(Stored items)

---

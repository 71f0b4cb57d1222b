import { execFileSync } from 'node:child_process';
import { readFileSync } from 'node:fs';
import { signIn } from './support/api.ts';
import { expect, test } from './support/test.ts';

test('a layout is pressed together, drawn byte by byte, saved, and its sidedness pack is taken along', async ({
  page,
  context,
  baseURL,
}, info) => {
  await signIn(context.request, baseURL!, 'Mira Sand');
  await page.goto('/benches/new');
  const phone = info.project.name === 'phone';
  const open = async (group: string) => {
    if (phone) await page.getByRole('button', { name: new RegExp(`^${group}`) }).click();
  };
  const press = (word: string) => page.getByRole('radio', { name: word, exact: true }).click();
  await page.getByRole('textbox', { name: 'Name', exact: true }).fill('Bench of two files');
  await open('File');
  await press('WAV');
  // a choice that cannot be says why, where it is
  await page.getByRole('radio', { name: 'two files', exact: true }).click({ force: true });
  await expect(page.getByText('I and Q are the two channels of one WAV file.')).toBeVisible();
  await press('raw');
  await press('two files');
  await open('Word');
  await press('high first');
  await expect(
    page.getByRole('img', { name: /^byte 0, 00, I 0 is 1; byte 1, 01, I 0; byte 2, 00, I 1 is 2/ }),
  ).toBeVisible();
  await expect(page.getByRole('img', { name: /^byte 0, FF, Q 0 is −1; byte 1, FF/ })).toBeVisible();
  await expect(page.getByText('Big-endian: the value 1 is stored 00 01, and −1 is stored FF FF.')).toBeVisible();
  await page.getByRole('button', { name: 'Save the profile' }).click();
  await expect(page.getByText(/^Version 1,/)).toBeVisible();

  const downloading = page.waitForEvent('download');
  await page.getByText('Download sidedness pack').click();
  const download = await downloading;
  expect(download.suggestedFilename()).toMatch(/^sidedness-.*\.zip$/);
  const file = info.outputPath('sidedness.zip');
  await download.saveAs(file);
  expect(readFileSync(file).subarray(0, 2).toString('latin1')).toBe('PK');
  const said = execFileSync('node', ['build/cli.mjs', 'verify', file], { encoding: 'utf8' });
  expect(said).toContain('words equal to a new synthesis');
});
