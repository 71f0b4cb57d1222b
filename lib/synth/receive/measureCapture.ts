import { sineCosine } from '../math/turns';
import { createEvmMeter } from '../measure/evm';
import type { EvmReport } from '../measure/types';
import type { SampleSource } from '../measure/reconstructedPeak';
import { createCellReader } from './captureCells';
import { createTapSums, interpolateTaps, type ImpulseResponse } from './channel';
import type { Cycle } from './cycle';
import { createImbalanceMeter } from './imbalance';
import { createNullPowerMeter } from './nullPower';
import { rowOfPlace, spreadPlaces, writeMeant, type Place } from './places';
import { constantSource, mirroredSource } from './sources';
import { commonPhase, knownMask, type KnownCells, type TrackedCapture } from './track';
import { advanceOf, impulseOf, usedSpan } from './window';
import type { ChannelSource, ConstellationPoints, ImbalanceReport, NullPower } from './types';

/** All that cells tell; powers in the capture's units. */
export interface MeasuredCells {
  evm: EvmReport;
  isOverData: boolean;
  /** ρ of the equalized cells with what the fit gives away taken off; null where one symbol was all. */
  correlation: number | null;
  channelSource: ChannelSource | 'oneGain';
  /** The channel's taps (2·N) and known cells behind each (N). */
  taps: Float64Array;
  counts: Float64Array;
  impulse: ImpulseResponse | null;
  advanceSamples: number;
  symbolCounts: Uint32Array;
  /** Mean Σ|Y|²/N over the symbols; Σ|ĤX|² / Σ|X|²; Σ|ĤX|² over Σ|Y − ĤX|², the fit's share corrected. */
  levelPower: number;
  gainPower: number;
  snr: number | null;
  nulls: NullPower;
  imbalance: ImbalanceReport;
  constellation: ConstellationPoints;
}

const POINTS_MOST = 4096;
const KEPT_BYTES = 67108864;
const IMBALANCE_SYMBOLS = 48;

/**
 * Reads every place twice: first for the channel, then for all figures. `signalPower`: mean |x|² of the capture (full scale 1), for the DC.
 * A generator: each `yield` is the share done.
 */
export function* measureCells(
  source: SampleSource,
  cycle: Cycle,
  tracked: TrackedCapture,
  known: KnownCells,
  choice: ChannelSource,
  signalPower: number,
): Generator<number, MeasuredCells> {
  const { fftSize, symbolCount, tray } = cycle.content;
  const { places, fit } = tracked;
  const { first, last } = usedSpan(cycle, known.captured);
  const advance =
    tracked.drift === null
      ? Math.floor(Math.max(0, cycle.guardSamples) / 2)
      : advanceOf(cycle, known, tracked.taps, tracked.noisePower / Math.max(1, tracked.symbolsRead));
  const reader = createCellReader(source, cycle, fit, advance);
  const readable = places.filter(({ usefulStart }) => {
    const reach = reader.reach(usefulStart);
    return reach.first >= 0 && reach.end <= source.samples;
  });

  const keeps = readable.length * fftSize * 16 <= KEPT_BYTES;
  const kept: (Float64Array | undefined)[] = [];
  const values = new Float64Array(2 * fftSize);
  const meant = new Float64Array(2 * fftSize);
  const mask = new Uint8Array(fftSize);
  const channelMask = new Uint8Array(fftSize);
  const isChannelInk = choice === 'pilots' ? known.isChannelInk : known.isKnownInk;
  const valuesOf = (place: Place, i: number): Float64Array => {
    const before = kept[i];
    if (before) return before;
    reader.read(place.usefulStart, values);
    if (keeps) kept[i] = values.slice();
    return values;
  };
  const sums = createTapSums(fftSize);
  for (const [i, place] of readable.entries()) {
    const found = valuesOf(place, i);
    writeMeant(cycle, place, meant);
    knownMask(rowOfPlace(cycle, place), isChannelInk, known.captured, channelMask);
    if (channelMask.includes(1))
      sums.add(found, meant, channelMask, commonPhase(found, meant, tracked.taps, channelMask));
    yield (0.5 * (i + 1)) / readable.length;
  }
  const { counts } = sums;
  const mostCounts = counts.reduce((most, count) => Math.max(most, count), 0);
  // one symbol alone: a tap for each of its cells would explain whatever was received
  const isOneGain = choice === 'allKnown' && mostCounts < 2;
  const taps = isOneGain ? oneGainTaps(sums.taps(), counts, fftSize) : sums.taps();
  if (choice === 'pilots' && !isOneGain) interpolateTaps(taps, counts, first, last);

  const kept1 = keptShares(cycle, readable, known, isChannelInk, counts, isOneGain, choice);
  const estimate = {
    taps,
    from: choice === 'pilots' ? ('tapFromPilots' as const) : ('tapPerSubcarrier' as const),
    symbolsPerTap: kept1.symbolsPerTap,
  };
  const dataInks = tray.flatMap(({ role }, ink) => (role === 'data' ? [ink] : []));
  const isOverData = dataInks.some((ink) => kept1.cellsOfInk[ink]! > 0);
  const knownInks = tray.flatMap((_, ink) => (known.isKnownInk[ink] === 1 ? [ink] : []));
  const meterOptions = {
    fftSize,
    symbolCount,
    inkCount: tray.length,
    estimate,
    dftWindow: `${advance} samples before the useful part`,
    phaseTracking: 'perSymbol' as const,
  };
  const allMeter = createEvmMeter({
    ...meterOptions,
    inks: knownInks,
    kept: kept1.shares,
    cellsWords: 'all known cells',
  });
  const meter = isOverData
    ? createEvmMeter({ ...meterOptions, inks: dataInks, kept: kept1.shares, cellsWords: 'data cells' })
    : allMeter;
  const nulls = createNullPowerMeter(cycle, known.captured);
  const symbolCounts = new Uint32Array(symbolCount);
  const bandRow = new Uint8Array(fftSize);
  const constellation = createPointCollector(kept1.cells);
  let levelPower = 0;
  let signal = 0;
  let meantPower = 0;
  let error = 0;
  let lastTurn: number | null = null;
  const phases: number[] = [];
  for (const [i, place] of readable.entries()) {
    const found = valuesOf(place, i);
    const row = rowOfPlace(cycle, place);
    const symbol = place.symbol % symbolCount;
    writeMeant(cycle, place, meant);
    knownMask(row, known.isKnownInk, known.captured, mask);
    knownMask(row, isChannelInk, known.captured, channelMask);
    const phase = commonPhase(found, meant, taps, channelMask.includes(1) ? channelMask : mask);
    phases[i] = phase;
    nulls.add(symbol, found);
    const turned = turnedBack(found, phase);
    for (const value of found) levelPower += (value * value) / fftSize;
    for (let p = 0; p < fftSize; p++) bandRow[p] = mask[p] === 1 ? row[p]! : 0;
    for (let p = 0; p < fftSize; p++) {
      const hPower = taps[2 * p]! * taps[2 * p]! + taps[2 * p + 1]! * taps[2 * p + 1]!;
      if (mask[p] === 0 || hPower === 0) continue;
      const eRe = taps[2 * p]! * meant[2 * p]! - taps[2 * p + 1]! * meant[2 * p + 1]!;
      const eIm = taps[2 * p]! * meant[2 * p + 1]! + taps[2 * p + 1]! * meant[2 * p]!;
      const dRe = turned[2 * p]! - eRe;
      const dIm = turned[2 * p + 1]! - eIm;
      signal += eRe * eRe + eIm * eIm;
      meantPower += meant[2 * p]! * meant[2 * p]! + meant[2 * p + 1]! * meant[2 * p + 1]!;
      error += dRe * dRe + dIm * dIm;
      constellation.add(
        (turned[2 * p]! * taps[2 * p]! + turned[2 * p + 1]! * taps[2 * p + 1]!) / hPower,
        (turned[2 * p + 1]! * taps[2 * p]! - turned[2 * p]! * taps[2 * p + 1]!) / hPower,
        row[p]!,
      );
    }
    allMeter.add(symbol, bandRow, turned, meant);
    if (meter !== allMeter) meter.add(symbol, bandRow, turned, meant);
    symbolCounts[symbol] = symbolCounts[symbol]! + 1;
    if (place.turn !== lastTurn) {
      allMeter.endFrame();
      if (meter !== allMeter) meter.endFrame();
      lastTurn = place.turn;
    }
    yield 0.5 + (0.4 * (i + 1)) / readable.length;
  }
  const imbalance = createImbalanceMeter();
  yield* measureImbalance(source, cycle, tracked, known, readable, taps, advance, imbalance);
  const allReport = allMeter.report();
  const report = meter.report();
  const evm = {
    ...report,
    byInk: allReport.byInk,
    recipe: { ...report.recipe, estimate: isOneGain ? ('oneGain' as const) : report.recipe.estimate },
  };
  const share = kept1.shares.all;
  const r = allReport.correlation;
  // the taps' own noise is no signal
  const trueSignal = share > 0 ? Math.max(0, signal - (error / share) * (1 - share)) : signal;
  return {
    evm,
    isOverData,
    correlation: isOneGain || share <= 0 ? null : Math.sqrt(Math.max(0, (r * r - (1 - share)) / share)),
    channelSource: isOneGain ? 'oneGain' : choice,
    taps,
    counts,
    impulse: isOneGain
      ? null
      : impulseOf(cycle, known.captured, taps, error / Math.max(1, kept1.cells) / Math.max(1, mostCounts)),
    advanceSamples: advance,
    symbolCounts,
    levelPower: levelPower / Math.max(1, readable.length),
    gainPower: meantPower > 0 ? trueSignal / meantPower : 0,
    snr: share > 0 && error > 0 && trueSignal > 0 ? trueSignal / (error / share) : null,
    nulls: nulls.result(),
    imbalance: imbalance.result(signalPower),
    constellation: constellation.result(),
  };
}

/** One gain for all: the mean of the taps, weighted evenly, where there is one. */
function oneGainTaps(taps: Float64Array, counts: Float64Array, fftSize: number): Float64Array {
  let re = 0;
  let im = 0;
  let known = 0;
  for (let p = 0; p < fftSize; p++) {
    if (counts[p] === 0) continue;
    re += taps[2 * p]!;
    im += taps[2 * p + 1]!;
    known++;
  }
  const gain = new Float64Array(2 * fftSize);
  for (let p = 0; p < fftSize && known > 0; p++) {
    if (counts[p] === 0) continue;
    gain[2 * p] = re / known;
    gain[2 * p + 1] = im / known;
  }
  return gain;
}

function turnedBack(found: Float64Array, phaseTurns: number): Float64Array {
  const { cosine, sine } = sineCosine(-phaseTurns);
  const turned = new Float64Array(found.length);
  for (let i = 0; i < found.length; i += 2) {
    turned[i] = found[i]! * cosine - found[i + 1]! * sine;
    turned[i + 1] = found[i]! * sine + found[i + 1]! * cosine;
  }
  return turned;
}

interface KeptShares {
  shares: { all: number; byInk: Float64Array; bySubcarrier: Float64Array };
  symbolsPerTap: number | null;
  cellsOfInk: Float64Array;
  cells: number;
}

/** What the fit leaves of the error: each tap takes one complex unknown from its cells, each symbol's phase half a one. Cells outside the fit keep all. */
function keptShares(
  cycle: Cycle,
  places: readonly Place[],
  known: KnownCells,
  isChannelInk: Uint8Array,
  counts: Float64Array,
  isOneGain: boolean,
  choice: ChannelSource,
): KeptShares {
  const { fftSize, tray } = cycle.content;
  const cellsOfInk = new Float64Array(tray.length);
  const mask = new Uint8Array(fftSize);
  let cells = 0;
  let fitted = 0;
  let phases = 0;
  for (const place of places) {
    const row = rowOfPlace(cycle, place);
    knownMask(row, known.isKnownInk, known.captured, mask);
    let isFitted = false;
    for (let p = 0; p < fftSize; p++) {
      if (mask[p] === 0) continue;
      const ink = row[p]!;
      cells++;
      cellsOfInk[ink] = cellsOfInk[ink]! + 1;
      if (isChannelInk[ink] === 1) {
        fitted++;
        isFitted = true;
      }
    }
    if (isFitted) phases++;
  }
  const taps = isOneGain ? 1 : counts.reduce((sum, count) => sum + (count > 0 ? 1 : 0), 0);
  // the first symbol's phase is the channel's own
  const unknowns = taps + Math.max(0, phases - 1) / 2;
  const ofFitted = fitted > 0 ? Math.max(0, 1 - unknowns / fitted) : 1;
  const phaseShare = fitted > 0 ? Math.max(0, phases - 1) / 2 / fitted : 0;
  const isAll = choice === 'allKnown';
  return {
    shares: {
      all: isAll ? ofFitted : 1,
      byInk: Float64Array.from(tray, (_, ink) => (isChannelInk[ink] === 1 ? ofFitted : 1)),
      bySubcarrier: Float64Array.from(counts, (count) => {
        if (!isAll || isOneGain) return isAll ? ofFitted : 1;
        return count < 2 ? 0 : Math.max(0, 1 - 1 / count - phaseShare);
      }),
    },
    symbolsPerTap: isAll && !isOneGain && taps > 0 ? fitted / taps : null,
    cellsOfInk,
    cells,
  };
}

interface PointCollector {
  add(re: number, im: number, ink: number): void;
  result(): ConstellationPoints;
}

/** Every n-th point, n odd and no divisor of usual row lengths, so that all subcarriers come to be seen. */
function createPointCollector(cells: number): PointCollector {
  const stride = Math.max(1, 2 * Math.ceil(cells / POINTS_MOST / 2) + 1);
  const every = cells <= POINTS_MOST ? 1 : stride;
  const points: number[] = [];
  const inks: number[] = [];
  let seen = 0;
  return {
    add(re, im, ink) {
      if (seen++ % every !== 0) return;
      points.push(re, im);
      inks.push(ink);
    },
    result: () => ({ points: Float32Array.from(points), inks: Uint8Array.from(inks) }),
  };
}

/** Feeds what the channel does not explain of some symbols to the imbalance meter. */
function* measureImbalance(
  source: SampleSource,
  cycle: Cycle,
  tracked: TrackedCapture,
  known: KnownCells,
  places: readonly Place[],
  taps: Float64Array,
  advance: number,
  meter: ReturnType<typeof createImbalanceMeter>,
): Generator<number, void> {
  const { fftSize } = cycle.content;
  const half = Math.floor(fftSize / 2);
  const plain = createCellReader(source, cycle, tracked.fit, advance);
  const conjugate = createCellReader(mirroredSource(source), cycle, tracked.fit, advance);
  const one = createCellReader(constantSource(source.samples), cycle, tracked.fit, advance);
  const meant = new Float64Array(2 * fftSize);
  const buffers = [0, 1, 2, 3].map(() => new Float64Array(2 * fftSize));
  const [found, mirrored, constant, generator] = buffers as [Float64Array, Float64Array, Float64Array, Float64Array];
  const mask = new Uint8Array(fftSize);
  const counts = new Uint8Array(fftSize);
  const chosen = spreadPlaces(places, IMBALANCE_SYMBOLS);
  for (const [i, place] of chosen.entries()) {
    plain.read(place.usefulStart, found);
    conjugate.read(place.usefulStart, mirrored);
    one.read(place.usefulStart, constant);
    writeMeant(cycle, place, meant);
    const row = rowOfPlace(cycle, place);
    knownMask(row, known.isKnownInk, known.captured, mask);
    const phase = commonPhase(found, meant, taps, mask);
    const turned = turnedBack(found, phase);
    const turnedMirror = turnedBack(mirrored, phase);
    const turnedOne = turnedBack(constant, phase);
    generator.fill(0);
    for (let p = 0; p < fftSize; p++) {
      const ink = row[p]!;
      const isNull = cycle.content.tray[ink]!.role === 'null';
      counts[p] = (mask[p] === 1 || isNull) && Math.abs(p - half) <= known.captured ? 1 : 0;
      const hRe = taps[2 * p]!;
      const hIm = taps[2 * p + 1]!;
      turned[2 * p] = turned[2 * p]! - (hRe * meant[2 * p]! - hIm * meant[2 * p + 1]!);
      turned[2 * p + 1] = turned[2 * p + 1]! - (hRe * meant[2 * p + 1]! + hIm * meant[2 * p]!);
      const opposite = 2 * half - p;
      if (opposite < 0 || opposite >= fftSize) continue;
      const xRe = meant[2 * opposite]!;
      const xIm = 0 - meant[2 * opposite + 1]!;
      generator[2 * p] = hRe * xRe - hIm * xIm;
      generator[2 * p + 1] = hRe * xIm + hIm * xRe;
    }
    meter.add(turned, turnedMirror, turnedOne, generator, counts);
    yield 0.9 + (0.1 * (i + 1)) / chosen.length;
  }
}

---

- Task description -
Only one stretch of the data above is needed. Restate it word for word, from the line containing "const inks: number[] = [];" through the line containing "createCellReader(source, cycle, tracked.fit, advance);", both ends included.

- The answer -
  const inks: number[] = [];
  let seen = 0;
  return {
    add(re, im, ink) {
      if (seen++ % every !== 0) return;
      points.push(re, im);
      inks.push(ink);
    },
    result: () => ({ points: Float32Array.from(points), inks: Uint8Array.from(inks) }),
  };
}

/** Feeds what the channel does not explain of some symbols to the imbalance meter. */
function* measureImbalance(
  source: SampleSource,
  cycle: Cycle,
  tracked: TrackedCapture,
  known: KnownCells,
  places: readonly Place[],
  taps: Float64Array,
  advance: number,
  meter: ReturnType<typeof createImbalanceMeter>,
): Generator<number, void> {
  const { fftSize } = cycle.content;
  const half = Math.floor(fftSize / 2);
  const plain = createCellReader(source, cycle, tracked.fit, advance);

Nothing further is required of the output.